What to do:
Your task is to repeat the data exactly, every line of it.

Saved entries:
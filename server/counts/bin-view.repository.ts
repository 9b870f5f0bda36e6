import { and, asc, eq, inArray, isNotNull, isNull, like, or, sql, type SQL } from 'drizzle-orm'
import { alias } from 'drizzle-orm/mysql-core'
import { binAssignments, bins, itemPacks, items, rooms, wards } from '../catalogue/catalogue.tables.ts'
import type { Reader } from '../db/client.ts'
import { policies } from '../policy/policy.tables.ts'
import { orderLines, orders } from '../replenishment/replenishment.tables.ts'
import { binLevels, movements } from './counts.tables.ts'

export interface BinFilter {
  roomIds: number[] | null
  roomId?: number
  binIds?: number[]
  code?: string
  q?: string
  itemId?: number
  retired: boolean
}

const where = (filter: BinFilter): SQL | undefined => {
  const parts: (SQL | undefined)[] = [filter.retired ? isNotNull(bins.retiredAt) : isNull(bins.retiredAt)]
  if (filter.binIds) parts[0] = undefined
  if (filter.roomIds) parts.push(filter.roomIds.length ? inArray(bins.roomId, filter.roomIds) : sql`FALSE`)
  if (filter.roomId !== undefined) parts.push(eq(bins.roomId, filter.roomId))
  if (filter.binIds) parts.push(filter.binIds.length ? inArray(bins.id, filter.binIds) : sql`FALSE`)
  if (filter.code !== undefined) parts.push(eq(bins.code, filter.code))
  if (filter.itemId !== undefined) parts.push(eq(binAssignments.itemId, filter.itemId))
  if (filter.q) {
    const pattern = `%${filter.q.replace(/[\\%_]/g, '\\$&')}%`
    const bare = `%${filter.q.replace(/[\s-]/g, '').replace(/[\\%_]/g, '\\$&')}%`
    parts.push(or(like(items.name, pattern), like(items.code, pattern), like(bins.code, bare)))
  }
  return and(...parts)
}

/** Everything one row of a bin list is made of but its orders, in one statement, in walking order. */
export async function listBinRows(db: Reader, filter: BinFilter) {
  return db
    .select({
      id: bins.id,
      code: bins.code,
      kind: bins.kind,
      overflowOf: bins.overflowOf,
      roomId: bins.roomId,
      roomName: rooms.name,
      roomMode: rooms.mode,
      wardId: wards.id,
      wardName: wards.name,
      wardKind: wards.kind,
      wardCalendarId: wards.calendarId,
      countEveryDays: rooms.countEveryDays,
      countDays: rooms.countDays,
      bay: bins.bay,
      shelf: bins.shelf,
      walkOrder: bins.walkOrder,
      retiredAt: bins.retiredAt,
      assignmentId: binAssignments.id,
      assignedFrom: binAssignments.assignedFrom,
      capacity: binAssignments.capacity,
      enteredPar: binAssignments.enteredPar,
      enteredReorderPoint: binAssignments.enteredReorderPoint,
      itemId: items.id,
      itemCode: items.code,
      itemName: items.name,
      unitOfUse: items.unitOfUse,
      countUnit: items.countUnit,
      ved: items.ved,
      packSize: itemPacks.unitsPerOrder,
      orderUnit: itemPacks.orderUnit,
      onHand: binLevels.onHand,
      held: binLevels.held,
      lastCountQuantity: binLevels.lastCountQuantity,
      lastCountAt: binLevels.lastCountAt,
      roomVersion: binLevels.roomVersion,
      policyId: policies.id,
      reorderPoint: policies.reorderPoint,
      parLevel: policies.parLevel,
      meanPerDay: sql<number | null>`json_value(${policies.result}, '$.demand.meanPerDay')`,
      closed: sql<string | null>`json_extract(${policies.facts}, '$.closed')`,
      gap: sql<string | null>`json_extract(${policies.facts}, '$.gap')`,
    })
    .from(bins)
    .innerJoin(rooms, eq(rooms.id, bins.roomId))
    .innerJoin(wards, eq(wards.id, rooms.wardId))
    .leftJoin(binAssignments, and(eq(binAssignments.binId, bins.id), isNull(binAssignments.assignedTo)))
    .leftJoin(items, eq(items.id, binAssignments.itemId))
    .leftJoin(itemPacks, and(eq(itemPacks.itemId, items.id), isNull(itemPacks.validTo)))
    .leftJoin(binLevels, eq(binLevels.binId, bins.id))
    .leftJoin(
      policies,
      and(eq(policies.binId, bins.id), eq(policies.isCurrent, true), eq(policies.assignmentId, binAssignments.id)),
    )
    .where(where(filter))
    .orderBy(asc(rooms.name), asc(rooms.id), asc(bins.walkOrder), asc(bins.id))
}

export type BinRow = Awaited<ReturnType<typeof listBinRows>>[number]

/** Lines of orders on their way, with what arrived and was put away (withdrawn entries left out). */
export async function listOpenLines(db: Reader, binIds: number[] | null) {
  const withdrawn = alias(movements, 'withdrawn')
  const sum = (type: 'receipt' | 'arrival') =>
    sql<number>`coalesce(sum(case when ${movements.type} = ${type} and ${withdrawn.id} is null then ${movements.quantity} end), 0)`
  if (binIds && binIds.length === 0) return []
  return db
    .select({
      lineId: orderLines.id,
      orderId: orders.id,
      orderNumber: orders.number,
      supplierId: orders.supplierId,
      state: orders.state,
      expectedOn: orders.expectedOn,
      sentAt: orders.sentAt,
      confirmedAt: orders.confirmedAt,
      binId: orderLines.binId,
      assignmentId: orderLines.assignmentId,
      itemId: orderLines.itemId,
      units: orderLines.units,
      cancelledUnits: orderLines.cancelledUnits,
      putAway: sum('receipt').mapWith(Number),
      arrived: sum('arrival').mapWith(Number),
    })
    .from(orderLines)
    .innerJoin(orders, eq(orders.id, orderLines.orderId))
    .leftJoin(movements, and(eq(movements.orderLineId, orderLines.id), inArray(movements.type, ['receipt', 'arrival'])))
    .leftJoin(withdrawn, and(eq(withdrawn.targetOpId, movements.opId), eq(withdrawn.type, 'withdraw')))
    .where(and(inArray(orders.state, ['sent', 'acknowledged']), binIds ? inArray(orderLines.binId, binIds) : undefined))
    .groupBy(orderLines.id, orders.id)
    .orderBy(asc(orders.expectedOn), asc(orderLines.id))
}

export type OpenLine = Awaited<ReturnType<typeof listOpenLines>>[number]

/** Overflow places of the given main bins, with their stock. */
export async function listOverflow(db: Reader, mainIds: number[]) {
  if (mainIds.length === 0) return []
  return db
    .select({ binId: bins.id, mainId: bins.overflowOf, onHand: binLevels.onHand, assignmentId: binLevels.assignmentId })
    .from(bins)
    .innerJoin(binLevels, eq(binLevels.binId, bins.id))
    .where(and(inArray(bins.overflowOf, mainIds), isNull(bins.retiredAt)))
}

Answer box:
filename server/counts/bin-view.repository.ts
repository 9b870f5f0bda36e6
import { and, asc, eq, inArray, isNotNull, isNull, like, or, sql, type SQL } from 'drizzle-orm'
import { alias } from 'drizzle-orm/mysql-core'
import { binAssignments, bins, itemPacks, items, rooms, wards } from '../catalogue/catalogue.tables.ts'
import type { Reader } from '../db/client.ts'
import { policies } from '../policy/policy.tables.ts'
import { orderLines, orders } from '../replenishment/replenishment.tables.ts'
import { binLevels, movements } from './counts.tables.ts'

export interface BinFilter {
  roomIds: number[] | null
  roomId?: number
  binIds?: number[]
  code?: string
  q?: string
  itemId?: number
  retired: boolean
}

const where = (filter: BinFilter): SQL | undefined => {
  const parts: (SQL | undefined)[] = [filter.retired ? isNotNull(bins.retiredAt) : isNull(bins.retiredAt)]
  if (filter.binIds) parts[0] = undefined
  if (filter.roomIds) parts.push(filter.roomIds.length ? inArray(bins.roomId, filter.roomIds) : sql`FALSE`)
  if (filter.roomId !== undefined) parts.push(eq(bins.roomId, filter.roomId))
  if (filter.binIds) parts.push(filter.binIds.length ? inArray(bins.id, filter.binIds) : sql`FALSE`)
  if (filter.code !== undefined) parts.push(eq(bins.code, filter.code))
  if (filter.itemId !== undefined) parts.push(eq(binAssignments.itemId, filter.itemId))
  if (filter.q) {
    const pattern = `%${filter.q.replace(/[\\%_]/g, '\\$&')}%`
    const bare = `%${filter.q.replace(/[\s-]/g, '').replace(/[\\%_]/g, '\\$&')}%`
    parts.push(or(like(items.name, pattern), like(items.code, pattern), like(bins.code, bare)))
  }
  return and(...parts)
}

/** Everything one row of a bin list is made of but its orders, in one statement, in walking order. */
export async function listBinRows(db: Reader, filter: BinFilter) {
  return db
    .select({
      id: bins.id,
      code: bins.code,
      kind: bins.kind,
      overflowOf: bins.overflowOf,
      roomId: bins.roomId,
      roomName: rooms.name,
      roomMode: rooms.mode,
      wardId: wards.id,
      wardName: wards.name,
      wardKind: wards.kind,
      wardCalendarId: wards.calendarId,
      countEveryDays: rooms.countEveryDays,
      countDays: rooms.countDays,
      bay: bins.bay,
      shelf: bins.shelf,
      walkOrder: bins.walkOrder,
      retiredAt: bins.retiredAt,
      assignmentId: binAssignments.id,
      assignedFrom: binAssignments.assignedFrom,
      capacity: binAssignments.capacity,
      enteredPar: binAssignments.enteredPar,
      enteredReorderPoint: binAssignments.enteredReorderPoint,
      itemId: items.id,
      itemCode: items.code,
      itemName: items.name,
      unitOfUse: items.unitOfUse,
      countUnit: items.countUnit,
      ved: items.ved,
      packSize: itemPacks.unitsPerOrder,
      orderUnit: itemPacks.orderUnit,
      onHand: binLevels.onHand,
      held: binLevels.held,
      lastCountQuantity: binLevels.lastCountQuantity,
      lastCountAt: binLevels.lastCountAt,
      roomVersion: binLevels.roomVersion,
      policyId: policies.id,
      reorderPoint: policies.reorderPoint,
      parLevel: policies.parLevel,
      meanPerDay: sql<number | null>`json_value(${policies.result}, '$.demand.meanPerDay')`,
      closed: sql<string | null>`json_extract(${policies.facts}, '$.closed')`,
      gap: sql<string | null>`json_extract(${policies.facts}, '$.gap')`,
    })
    .from(bins)
    .innerJoin(rooms, eq(rooms.id, bins.roomId))
    .innerJoin(wards, eq(wards.id, rooms.wardId))
    .leftJoin(binAssignments, and(eq(binAssignments.binId, bins.id), isNull(binAssignments.assignedTo)))
    .leftJoin(items, eq(items.id, binAssignments.itemId))
    .leftJoin(itemPacks, and(eq(itemPacks.itemId, items.id), isNull(itemPacks.validTo)))
    .leftJoin(binLevels, eq(binLevels.binId, bins.id))
    .leftJoin(
      policies,
      and(eq(policies.binId, bins.id), eq(policies.isCurrent, true), eq(policies.assignmentId, binAssignments.id)),
    )
    .where(where(filter))
    .orderBy(asc(rooms.name), asc(rooms.id), asc(bins.walkOrder), asc(bins.id))
}

export type BinRow = Awaited<ReturnType<typeof listBinRows>>[number]

/** Lines of orders on their way, with what arrived and was put away (withdrawn entries left out). */
export async function listOpenLines(db: Reader, binIds: number[] | null) {
  const withdrawn = alias(movements, 'withdrawn')
  const sum = (type: 'receipt' | 'arrival') =>
    sql<number>`coalesce(sum(case when ${movements.type} = ${type} and ${withdrawn.id} is null then ${movements.quantity} end), 0)`
  if (binIds && binIds.length === 0) return []
  return db
    .select({
      lineId: orderLines.id,
      orderId: orders.id,
      orderNumber: orders.number,
      supplierId: orders.supplierId,
      state: orders.state,
      expectedOn: orders.expectedOn,
      sentAt: orders.sentAt,
      confirmedAt: orders.confirmedAt,
      binId: orderLines.binId,
      assignmentId: orderLines.assignmentId,
      itemId: orderLines.itemId,
      units: orderLines.units,
      cancelledUnits: orderLines.cancelledUnits,
      putAway: sum('receipt').mapWith(Number),
      arrived: sum('arrival').mapWith(Number),
    })
    .from(orderLines)
    .innerJoin(orders, eq(orders.id, orderLines.orderId))
    .leftJoin(movements, and(eq(movements.orderLineId, orderLines.id), inArray(movements.type, ['receipt', 'arrival'])))
    .leftJoin(withdrawn, and(eq(withdrawn.targetOpId, movements.opId), eq(withdrawn.type, 'withdraw')))
    .where(and(inArray(orders.state, ['sent', 'acknowledged']), binIds ? inArray(orderLines.binId, binIds) : undefined))
    .groupBy(orderLines.id, orders.id)
    .orderBy(asc(orders.expectedOn), asc(orderLines.id))
}

export type OpenLine = Awaited<ReturnType<typeof listOpenLines>>[number]

/** Overflow places of the given main bins, with their stock. */
export async function listOverflow(db: Reader, mainIds: number[]) {
  if (mainIds.length === 0) return []
  return db
    .select({ binId: bins.id, mainId: bins.overflowOf, onHand: binLevels.onHand, assignmentId: binLevels.assignmentId })
    .from(bins)
    .innerJoin(binLevels, eq(binLevels.binId, bins.id))
    .where(and(inArray(bins.overflowOf, mainIds), isNull(bins.retiredAt)))
}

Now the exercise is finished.